◆ Saved data entries

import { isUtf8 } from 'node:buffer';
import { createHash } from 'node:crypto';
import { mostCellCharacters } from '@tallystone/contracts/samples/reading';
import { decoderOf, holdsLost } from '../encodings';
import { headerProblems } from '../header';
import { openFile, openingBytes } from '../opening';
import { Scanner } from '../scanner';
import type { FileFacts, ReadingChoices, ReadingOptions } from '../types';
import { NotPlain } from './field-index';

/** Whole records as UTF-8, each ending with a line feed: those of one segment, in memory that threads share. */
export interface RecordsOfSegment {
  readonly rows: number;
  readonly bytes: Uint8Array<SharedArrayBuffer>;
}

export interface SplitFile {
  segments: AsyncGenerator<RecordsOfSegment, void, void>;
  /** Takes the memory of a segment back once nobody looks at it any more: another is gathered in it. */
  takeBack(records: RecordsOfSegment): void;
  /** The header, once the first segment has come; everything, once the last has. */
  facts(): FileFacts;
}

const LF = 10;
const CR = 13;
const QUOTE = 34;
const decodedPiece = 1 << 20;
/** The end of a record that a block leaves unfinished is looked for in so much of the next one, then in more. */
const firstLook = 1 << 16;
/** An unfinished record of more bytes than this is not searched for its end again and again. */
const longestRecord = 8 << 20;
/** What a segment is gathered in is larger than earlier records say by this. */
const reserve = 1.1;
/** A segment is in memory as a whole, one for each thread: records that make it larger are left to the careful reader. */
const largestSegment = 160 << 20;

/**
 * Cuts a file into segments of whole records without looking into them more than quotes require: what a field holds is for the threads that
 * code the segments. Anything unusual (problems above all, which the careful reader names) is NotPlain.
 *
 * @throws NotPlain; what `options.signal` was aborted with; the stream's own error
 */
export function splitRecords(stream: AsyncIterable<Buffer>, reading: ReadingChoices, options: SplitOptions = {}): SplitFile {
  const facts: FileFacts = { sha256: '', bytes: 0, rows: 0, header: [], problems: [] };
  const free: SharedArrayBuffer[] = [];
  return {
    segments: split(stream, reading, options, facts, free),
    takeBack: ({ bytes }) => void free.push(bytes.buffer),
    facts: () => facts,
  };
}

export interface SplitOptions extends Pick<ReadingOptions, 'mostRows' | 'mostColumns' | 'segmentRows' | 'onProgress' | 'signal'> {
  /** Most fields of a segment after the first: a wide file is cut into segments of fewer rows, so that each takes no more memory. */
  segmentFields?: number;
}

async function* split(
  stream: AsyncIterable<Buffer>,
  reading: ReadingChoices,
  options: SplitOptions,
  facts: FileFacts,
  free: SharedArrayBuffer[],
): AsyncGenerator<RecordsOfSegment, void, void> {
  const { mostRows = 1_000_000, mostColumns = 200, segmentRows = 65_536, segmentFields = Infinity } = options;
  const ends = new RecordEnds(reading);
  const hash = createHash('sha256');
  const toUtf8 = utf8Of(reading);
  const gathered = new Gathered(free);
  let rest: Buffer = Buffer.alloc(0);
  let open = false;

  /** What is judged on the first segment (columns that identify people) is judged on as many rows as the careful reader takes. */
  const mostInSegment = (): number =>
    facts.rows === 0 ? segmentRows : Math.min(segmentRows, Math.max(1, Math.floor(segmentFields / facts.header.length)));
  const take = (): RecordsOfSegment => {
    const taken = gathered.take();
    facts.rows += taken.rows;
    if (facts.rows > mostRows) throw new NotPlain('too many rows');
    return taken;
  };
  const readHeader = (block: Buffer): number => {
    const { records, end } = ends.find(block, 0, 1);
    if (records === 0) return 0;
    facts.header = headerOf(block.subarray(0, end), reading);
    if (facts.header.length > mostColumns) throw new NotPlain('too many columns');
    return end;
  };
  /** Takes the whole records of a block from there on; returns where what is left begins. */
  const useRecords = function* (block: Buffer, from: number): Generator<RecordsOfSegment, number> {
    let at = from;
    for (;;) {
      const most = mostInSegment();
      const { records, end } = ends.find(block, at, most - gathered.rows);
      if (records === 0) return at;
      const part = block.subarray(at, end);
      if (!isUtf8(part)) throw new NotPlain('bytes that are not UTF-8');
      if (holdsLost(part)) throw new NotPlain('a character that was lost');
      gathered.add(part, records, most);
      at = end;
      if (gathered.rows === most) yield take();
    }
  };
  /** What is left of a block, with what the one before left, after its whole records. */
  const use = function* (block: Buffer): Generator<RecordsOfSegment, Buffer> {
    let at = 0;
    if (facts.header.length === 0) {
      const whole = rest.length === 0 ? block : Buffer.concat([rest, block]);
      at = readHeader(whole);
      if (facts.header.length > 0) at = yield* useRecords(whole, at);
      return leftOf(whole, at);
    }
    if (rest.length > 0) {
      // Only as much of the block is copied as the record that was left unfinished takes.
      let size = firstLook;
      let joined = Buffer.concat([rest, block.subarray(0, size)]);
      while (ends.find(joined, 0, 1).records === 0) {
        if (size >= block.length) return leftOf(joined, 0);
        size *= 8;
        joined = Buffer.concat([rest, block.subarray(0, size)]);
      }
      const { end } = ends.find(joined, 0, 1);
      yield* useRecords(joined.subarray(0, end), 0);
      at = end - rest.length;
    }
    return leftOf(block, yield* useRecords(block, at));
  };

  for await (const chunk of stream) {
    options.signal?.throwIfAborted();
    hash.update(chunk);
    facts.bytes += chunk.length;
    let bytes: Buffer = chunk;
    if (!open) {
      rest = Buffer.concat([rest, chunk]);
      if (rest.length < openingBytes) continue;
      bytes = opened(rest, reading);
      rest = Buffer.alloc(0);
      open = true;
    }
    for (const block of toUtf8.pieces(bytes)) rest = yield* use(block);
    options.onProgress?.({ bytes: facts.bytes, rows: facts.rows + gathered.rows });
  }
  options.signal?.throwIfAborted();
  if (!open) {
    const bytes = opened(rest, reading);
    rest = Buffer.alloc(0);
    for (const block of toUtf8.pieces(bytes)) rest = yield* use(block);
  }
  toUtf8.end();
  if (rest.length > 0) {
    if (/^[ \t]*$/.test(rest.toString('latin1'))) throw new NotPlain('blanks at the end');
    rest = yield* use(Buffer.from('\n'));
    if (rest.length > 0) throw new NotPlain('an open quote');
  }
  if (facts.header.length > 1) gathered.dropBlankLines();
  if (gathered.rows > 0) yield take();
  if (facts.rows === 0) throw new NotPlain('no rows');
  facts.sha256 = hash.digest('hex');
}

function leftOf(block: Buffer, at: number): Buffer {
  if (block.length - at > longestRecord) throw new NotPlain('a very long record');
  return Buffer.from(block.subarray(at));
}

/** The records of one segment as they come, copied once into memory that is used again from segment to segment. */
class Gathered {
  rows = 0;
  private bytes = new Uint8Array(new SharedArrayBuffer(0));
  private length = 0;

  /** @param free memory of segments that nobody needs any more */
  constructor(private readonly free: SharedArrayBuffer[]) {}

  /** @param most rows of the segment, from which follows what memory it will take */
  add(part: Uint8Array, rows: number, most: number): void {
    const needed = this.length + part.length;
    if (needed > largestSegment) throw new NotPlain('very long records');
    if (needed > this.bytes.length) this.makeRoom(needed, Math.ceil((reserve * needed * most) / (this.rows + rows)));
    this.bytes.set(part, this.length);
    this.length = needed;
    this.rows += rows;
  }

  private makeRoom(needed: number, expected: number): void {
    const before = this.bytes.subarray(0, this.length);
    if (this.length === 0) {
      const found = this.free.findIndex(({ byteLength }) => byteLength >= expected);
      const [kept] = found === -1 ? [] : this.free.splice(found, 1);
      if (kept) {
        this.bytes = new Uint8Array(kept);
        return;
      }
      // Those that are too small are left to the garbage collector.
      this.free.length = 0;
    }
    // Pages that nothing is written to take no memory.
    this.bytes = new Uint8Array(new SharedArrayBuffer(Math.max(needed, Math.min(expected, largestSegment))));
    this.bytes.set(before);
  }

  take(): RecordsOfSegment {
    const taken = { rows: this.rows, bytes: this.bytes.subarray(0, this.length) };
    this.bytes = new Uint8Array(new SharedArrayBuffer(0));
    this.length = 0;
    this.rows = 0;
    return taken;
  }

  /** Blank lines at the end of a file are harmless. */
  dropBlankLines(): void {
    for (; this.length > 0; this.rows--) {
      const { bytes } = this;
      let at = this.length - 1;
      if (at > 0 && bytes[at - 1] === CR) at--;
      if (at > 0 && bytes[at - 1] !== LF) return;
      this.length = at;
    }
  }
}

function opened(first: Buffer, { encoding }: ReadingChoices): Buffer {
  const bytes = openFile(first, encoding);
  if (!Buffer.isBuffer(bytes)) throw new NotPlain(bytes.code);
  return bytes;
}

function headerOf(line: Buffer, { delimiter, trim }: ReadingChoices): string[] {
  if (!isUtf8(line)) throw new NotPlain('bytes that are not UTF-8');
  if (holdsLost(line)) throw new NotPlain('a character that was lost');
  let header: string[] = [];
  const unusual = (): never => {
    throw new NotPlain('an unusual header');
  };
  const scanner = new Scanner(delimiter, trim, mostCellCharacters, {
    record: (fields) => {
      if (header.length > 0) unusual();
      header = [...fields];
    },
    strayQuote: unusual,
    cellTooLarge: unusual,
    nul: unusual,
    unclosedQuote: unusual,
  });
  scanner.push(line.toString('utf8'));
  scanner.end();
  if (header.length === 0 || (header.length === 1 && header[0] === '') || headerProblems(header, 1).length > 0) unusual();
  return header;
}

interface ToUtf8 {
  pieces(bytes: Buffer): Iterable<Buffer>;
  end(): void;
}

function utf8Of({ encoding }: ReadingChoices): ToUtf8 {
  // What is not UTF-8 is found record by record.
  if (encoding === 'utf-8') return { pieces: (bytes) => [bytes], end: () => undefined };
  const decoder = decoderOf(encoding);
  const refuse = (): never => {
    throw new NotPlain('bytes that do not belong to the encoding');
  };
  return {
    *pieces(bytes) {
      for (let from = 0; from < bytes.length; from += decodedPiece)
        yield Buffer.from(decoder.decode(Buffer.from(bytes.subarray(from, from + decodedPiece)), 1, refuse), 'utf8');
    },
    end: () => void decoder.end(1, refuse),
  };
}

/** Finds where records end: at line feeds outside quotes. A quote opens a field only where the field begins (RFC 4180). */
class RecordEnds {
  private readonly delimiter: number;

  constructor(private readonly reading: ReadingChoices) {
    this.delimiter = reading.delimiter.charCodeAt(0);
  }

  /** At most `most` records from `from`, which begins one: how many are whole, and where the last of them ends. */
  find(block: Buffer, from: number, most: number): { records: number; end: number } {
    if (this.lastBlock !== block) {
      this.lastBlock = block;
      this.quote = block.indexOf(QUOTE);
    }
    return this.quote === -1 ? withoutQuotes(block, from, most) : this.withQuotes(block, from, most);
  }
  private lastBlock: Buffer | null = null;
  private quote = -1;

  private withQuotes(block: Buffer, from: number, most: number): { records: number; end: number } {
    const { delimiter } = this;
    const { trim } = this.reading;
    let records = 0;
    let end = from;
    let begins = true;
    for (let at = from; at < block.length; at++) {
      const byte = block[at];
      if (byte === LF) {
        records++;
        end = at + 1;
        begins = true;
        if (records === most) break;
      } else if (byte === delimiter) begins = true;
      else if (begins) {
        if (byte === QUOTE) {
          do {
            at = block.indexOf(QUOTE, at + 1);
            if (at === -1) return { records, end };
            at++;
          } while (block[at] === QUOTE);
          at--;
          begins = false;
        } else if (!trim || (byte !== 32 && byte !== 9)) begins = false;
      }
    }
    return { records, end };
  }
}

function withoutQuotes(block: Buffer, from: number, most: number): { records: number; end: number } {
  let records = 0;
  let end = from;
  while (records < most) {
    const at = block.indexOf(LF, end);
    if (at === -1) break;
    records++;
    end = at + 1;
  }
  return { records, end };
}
* * *
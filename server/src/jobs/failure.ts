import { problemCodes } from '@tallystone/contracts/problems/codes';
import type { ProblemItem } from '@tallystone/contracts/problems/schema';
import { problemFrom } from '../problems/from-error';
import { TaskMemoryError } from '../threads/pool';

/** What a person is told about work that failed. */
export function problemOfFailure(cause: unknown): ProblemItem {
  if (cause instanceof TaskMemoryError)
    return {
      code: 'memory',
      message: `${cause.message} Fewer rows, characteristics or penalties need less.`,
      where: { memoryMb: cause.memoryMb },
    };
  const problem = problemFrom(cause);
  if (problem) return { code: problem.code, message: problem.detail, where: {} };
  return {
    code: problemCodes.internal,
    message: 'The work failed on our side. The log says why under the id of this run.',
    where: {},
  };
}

◆ Required action
Look through the entries above and quote exactly the lines from the line with "const firstLook = 1 << 16;" to the line with "const reserve = 1.1;", counting both of those lines.

◆ Task answer
const firstLook = 1 << 16;
/** An unfinished record of more bytes than this is not searched for its end again and again. */
const longestRecord = 8 << 20;
/** What a segment is gathered in is larger than earlier records say by this. */
const reserve = 1.1;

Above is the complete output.